On Saturday, I went to dinner with Lucy and Chet and Chet’s best friend and we picked the perfect restaurant and had a fantastic server. The sundress that I wore was the just the right weight and the wrap that I ordered hit the spot and I was informed of something really, really wonderful that will change my life (but not as much as it will change the lives of Lucy and Chet) and you can probably guess exactly what that is.

On Monday night, Lucy and I saw a concert. It was mellow and the crowd around us wasn’t obnoxious and the weather was just hot enough so that we didn’t have goosebumps when the sun went down. I love going to concerts with Lucy; concerts are what we built our friendship around when we were 15 and had little more in common than the books that we liked to read, the musicians that we liked to listen to and the advanced chemistry class that we both struggled to pass. Being at a concert with Lucy makes me feel like I am 19 and have the whole word at my fingertips. Except now I’m 28 and maybe the whole world isn’t at my fingertips – but sometimes it still feels that way.

Last night, Meg and I went to see the American men’s soccer team play here in Detroit. They had their first match in a tournament called the Gold Cup (you’re welcome for not subjecting you to a tedious explanation of the tournament and its history) and they beat Canada in what turned out to be a really, really fun match to watch. It wasn’t the World Cup – I need to realize that nothing will be the World Cup unless it IS the World Cup – but putting on our silly USA party beads and tying patriotic ribbons in our hair and making the 30 minute trip downtown sure was easier than flying around the world. Cheaper, too.

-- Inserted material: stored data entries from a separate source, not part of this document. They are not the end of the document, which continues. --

package response

import (
	"math"
	"math/cmplx"
	"math/rand/v2"
	"runtime"
	"testing"
)

func noise(seed uint64, n int) []float64 {
	rng := rand.New(rand.NewPCG(seed, 3))
	x := make([]float64, n)
	for i := range x {
		x[i] = rng.NormFloat64()
	}
	return x
}

// Sizes and lengths that are made whole, of combs, of combs onto which the sequence is
// folded, of few and of many, of a size with a factor of three, and of one that cannot be
// halved.
var transforms = []struct{ size, length int }{
	{2, 1}, {64, 64}, {2048, 2048}, {2048, 100}, {4096, 1}, {1 << 14, 1 << 14}, {3 << 12, 2500},
	{1 << 15, 8000}, {1 << 17, 30000}, {1 << 18, 1 << 18}, {3 << 17, 1000}, {2 * 1231, 9}, {1 << 19, 70000},
}

// Each bin comes once, and every way gives what Horner's rule does, up to the rounding of
// both: 1e-16 times the sum of |x|, with a random walk's growth.
func TestTransform(t *testing.T) {
	for _, c := range transforms {
		x := noise(uint64(c.size), c.length)
		const origin = 3.5
		moments, sum, momentSum := make([]float64, len(x)), 0.0, 0.0
		for n, v := range x {
			moments[n] = (float64(n) - origin) * v
			sum += math.Abs(v)
			momentSum += math.Abs(moments[n])
		}
		seen := make([]int, c.size/2+1)
		got := make([][2]complex128, c.size/2+1)
		NewTransform(c.size, c.length).Each(func(k int, v []complex128) {
			seen[k]++
			got[k] = [2]complex128(v)
		}, Sequence{X: x}, Sequence{X: x, Moments: true, Origin: origin})
		for k, n := range seen {
			if n != 1 {
				t.Fatalf("%+v: bin %d comes %d times", c, k, n)
			}
		}
		tol := 1e-15 * math.Sqrt(float64(c.length))
		for i := range 40 {
			k := i * (c.size / 2) / 39
			omega := 2 * math.Pi * float64(k) / float64(c.size)
			near(t, "DFT(x)", cmplx.Abs(got[k][0]-TapsAt(x, omega)), 0, tol*sum)
			near(t, "DFT((n - origin) x)", cmplx.Abs(got[k][1]-TapsAt(moments, omega)), 0, tol*momentSum)
		}
	}
}

// A part of the bins is the same as of all, and a second use forgets the first.
func TestTransformWithin(t *testing.T) {
	for _, c := range transforms {
		x := noise(5, c.length)
		whole := Spectrum(x, c.size)
		transform := NewTransform(c.size, c.length)
		transform.Each(func(int, []complex128) {}, Sequence{X: noise(6, c.length)})
		first, last, visits := c.size/9, c.size/4, 0
		transform.Within(first, last, func(k int, v []complex128) {
			visits++
			if k < first || k > last || v[0] != whole[k] {
				t.Errorf("%+v: bin %d is %v, want %v from %d to %d", c, k, v[0], whole[k], first, last)
			}
		}, Sequence{X: x})
		if visits != last-first+1 {
			t.Errorf("%+v: %d bins, want %d", c, visits, last-first+1)
		}
	}
}

// How many cores there are changes no bit, and not the order of visits on which sums depend.
func TestTransformIsTheSameOnAnyMachine(t *testing.T) {
	x := noise(8, 5000)
	visits := func() (ks []int, vs []complex128) {
		NewTransform(1<<18, len(x)).Each(func(k int, v []complex128) { ks, vs = append(ks, k), append(vs, v[0]) }, Sequence{X: x})
		return ks, vs
	}
	defer runtime.GOMAXPROCS(runtime.GOMAXPROCS(1))
	ks, vs := visits()
	runtime.GOMAXPROCS(4)
	ks4, vs4 := visits()
	for i := range ks {
		if ks[i] != ks4[i] || vs[i] != vs4[i] {
			t.Fatalf("visit %d: bin %d %v on one core, bin %d %v on four", i, ks[i], vs[i], ks4[i], vs4[i])
		}
	}
}

// The square of a transform is that of the sequence convolved with itself.
func TestTransformMap(t *testing.T) {
	for _, c := range transforms[2:] {
		x := noise(9, min(60, c.length))
		got := NewTransform(c.size, c.length).Map(x, func(c complex128) complex128 { return c * c }, min(150, c.size))
		for n := range got {
			want := 0.0
			for i, v := range x {
				if n-i >= 0 && n-i < len(x) {
					want += v * x[n-i]
				}
			}
			near(t, "x convolved with x", got[n], want, 1e-12) // some 60 products of up to 10, and rounding
		}
	}
}

// What a transform of four million points takes is a small part of its 34 MB of bins.
func TestTransformTakesLittleMemory(t *testing.T) {
	x := noise(10, 1<<16)
	var before, after runtime.MemStats
	runtime.ReadMemStats(&before)
	NewTransform(1<<22, len(x)).Each(func(int, []complex128) {}, Sequence{X: x})
	runtime.ReadMemStats(&after)
	if mb := float64(after.TotalAlloc-before.TotalAlloc) / 1e6; !(mb < 4) {
		t.Errorf("%.1f MB were allocated, allowed 4", mb)
	}
}

func TestTransformPanics(t *testing.T) {
	for _, c := range [][2]int{{0, 0}, {3, 1}, {1 << 12, 1<<12 + 1}} {
		func() {
			defer func() {
				if recover() == nil {
					t.Errorf("%d points for %d samples were accepted", c[0], c[1])
				}
			}()
			NewTransform(c[0], c[1])
		}()
	}
}

// From its magnitude a minimum-phase sequence comes back: two zeros and a pole, all inside
// the unit circle (Oppenheim & Schafer, chapter on cepstrum analysis).
func TestMinimumPhase(t *testing.T) {
	want := Impulse([]Section{{B0: 2, B1: -0.6, B2: 0.5, A1: -0.7}}, 300)
	for _, size := range []int{512, 3 << 12} { // whole and of combs; 0.7^512 is 5e-80
		logs := make([]float64, size/2+1)
		for k := range logs {
			logs[k] = math.Log(cmplx.Abs(TapsAt(want, 2*math.Pi*float64(k)/float64(size))))
		}
		for n, got := range MinimumPhase(logs, len(want)) {
			near(t, "sample", got, want[n], 1e-13)
		}
	}
}

func BenchmarkTransform(b *testing.B) {
	for _, c := range []struct {
		name         string
		size, length int
	}{{"dense", 1 << 19, 4096}, {"long", 1 << 20, 65536}, {"whole", 1 << 16, 1 << 16}} {
		x := noise(1, c.length)
		b.Run(c.name, func(b *testing.B) {
			b.ReportAllocs()
			transform := NewTransform(c.size, c.length)
			for b.Loop() {
				transform.Each(func(int, []complex128) {}, Sequence{X: x})
			}
		})
	}
}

And then, when I got home, I got to see The Coach. Who I still don’t have the words to write about. Whose number I am still afraid to program into my phone. Who I have this really easy, really natural comfort with that I have absolutely never had with another guy and that, honestly, perplexes the hell out of me.

This morning, I got out of bed before my alarm clock went off. I had a cup of tea. I went to yoga class. I ate a grilled cheese sandwich and put a braid in my hair and left for work right on time. The weather is stiflingly hot and I barely noticed. I paid too much for gas and I didn’t really care. I am so content that I don’t feel like myself. My heart is so full that I’m afraid that it might burst.

I want to capture this. I want to store away and open it up on days that are heavy and hard. I want to preserve this feeling. I want every week to be like this week: simultaneously ordinary and wonderful. Simple, perfect and good.

2 comments:

k said...

if this was a facebook post, i'd like it.

i don't tweet - but i saw your recent tweet about colin. don't do it.

Kari said...

Enjoy this -- I'm sure there is more of it to come!
Ummm why did you almost email Colin?